What the task asks »
Each line in the records below that has the word "perIdeality" should be copied.

Source data »
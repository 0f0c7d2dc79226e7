/** What the data themselves say about where the parameters can be. */
import type { Volts } from '../../quantities.js';
import { IDEALITY, PER_DIODE, REFERENCE_CURRENT, SERIES_RESISTANCE } from './diode-balance.js';
import type { BalanceScale } from './diode-balance.js';
import type { CurveData } from './curve-data.js';

export interface SearchBox {
  readonly scale: BalanceScale;
  readonly lower: Float64Array;
  readonly upper: Float64Array;
  readonly ideality: readonly [least: number, most: number];
}

/**
 * Bounds of the search. Rs lies below the mean slope -dV/dI between the highest and the lowest
 * current, because -dV/dI exceeds Rs everywhere; Rs, Gsh, photocurrent and diode currents are not
 * negative. Ideality of a cell, for each junction stacked in it: 0.3 to 6 with one diode; 1 to 2
 * with two (diffusion to recombination), since outside a second diode follows the noise: below 1 it
 * bends the last points alone, above 2 it takes over from the shunt.
 */
export function searchBox(
  data: CurveData,
  diodeCount: 1 | 2,
  perIdeality: Volts,
  junctions: number,
): SearchBox {
  const { voltages, currents, currentSpan } = data;
  const most = voltages.length - 1;
  const reference = voltages[most]!;
  const count = IDEALITY - 1 + PER_DIODE * diodeCount;
  const lower = new Float64Array(count);
  const upper = new Float64Array(count).fill(Infinity);
  const atMost = voltages[currents.indexOf(currents.reduce((a, b) => Math.max(a, b)))]!;
  const atLeast = voltages[currents.indexOf(currents.reduce((a, b) => Math.min(a, b)))]!;
  upper[SERIES_RESISTANCE] = Math.max((atLeast - atMost) / currentSpan, 0);
  const ideality = [
    IDEALITY_RANGE[diodeCount][0] * junctions,
    IDEALITY_RANGE[diodeCount][1] * junctions,
  ] as const;
  for (let k = 0; k < PER_DIODE * diodeCount; k += PER_DIODE) {
    lower[REFERENCE_CURRENT + k] = 0;
    lower[IDEALITY + k] = ideality[0];
    upper[IDEALITY + k] = ideality[1];
  }
  return { scale: { diodeCount, perIdeality, reference }, lower, upper, ideality };
}

const IDEALITY_RANGE = { 1: [0.3, 6], 2: [1, 2] } as const;
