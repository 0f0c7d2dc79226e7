/**
 * The two residuals in use for measured curves. Exact: the model's current at the measured voltage,
 * less the measured current. Implicit: the measured voltage and current put into the right-hand
 * side of the equation, less the measured current; the literature's usual error. The implicit one
 * exceeds the exact one by about 1 + Rs g, g the conductance of the junction, so the two have
 * different optima: the implicit one gives the steep end of the curve more weight.
 */
import type { LeastSquaresProblem } from '../../numeric/least-squares-problem.js';
import { DiodeBalance, SERIES_RESISTANCE, type BalanceScale } from './diode-balance.js';
import type { CurveData } from './curve-data.js';

export type ResidualConvention = 'exact' | 'implicit';

/**
 * @param weights Factors on the residuals, one a point; all 1 if left out.
 */
export function residualProblem(
  convention: ResidualConvention,
  scale: BalanceScale,
  data: CurveData,
  weights?: Float64Array,
): LeastSquaresProblem {
  const { voltages, currents } = data;
  const balance = new DiodeBalance(scale);
  const count = balance.parameterCount;
  const isExact = convention === 'exact';
  return {
    residualCount: voltages.length,
    residuals: (parameters, into) => {
      for (let i = 0; i < voltages.length; i++) {
        const measured = currents[i]!;
        if (isExact) {
          into[i] = balance.solve(parameters, voltages[i]!, measured) - measured;
        } else {
          balance.at(parameters, voltages[i]!, measured);
          into[i] = balance.excess;
        }
        if (weights !== undefined) into[i]! *= weights[i]!;
      }
    },
    jacobian: (parameters, into) => {
      const resistance = parameters[SERIES_RESISTANCE]!;
      for (let i = 0; i < voltages.length; i++) {
        const voltage = voltages[i]!;
        let current = currents[i]!;
        let factor = weights?.[i] ?? 1;
        if (isExact) {
          current = balance.solve(parameters, voltage, current);
          factor /= 1 + resistance * balance.conductance;
        }
        balance.partials(parameters, voltage, current, factor, into, i * count);
      }
    },
  };
}

/** By how much the implicit residual of each point exceeds the exact one: 1 + Rs g. */
export function implicitStretch(
  scale: BalanceScale,
  data: CurveData,
  parameters: Float64Array,
): Float64Array {
  const balance = new DiodeBalance(scale);
  return Float64Array.from(data.voltages, (voltage, i) => {
    balance.at(parameters, voltage, data.currents[i]!);
    return 1 + parameters[SERIES_RESISTANCE]! * balance.conductance;
  });
}

/** Residuals of a convention at given parameters, unweighted. */
export function residualsAt(
  convention: ResidualConvention,
  scale: BalanceScale,
  data: CurveData,
  parameters: Float64Array,
): Float64Array {
  const into = new Float64Array(data.voltages.length);
  residualProblem(convention, scale, data).residuals(parameters, into);
  return into;
}
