/** The ways in which the firmware library is compiled for the tests: each test runs in all. */
import { afterAll, beforeAll, describe } from 'vitest';
import type { CLibrary } from './c-library.js';
import { canSanitize, findProgram } from './native-build.js';
import { openNativeLibrary } from './native-port.js';
import { COMPILE_TIMEOUT } from './wasm-build.js';
import { openWasmLibrary } from './wasm-port.js';

interface Way {
  /** Ends "compiled …". */
  readonly name: string;
  /** Whether this machine lacks what it needs. */
  readonly missing: boolean;
  readonly open: () => Promise<CLibrary>;
}

const bigEndian = {
  compiler: findProgram('powerpc-linux-gnu-gcc'),
  emulator: findProgram('qemu-ppc', 'qemu-ppc-static'),
};

const ways: readonly Way[] = [
  { name: 'to WebAssembly', missing: false, open: openWasmLibrary },
  {
    name: 'by the system compiler with sanitizers',
    missing: !canSanitize(),
    open: () => Promise.resolve(openNativeLibrary()),
  },
  {
    name: 'for a big-endian processor and emulated',
    missing: bigEndian.compiler === undefined || bigEndian.emulator === undefined,
    open: () =>
      Promise.resolve(
        openNativeLibrary({}, { compiler: bigEndian.compiler!, flags: ['-static'] }, [
          bigEndian.emulator!,
        ]),
      ),
  },
];

/**
 * Declares tests once for each way; where the machine lacks what a way needs, they are skipped by
 * name. The library is opened before the first of them and closed after the last: a sanitizer's
 * complaint at any time fails them.
 */
export function describeEveryWay(title: string, tests: (library: () => CLibrary) => void): void {
  for (const { name, missing, open } of ways) {
    describe.skipIf(missing)(`${title}, compiled ${name},`, () => {
      let library: CLibrary;
      beforeAll(async () => {
        library = await open();
      }, COMPILE_TIMEOUT);
      afterAll(() => library.close());
      tests(() => library);
    });
  }
}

Result of this task »
  perIdeality: Volts,
  return { scale: { diodeCount, perIdeality, reference }, lower, upper, ideality };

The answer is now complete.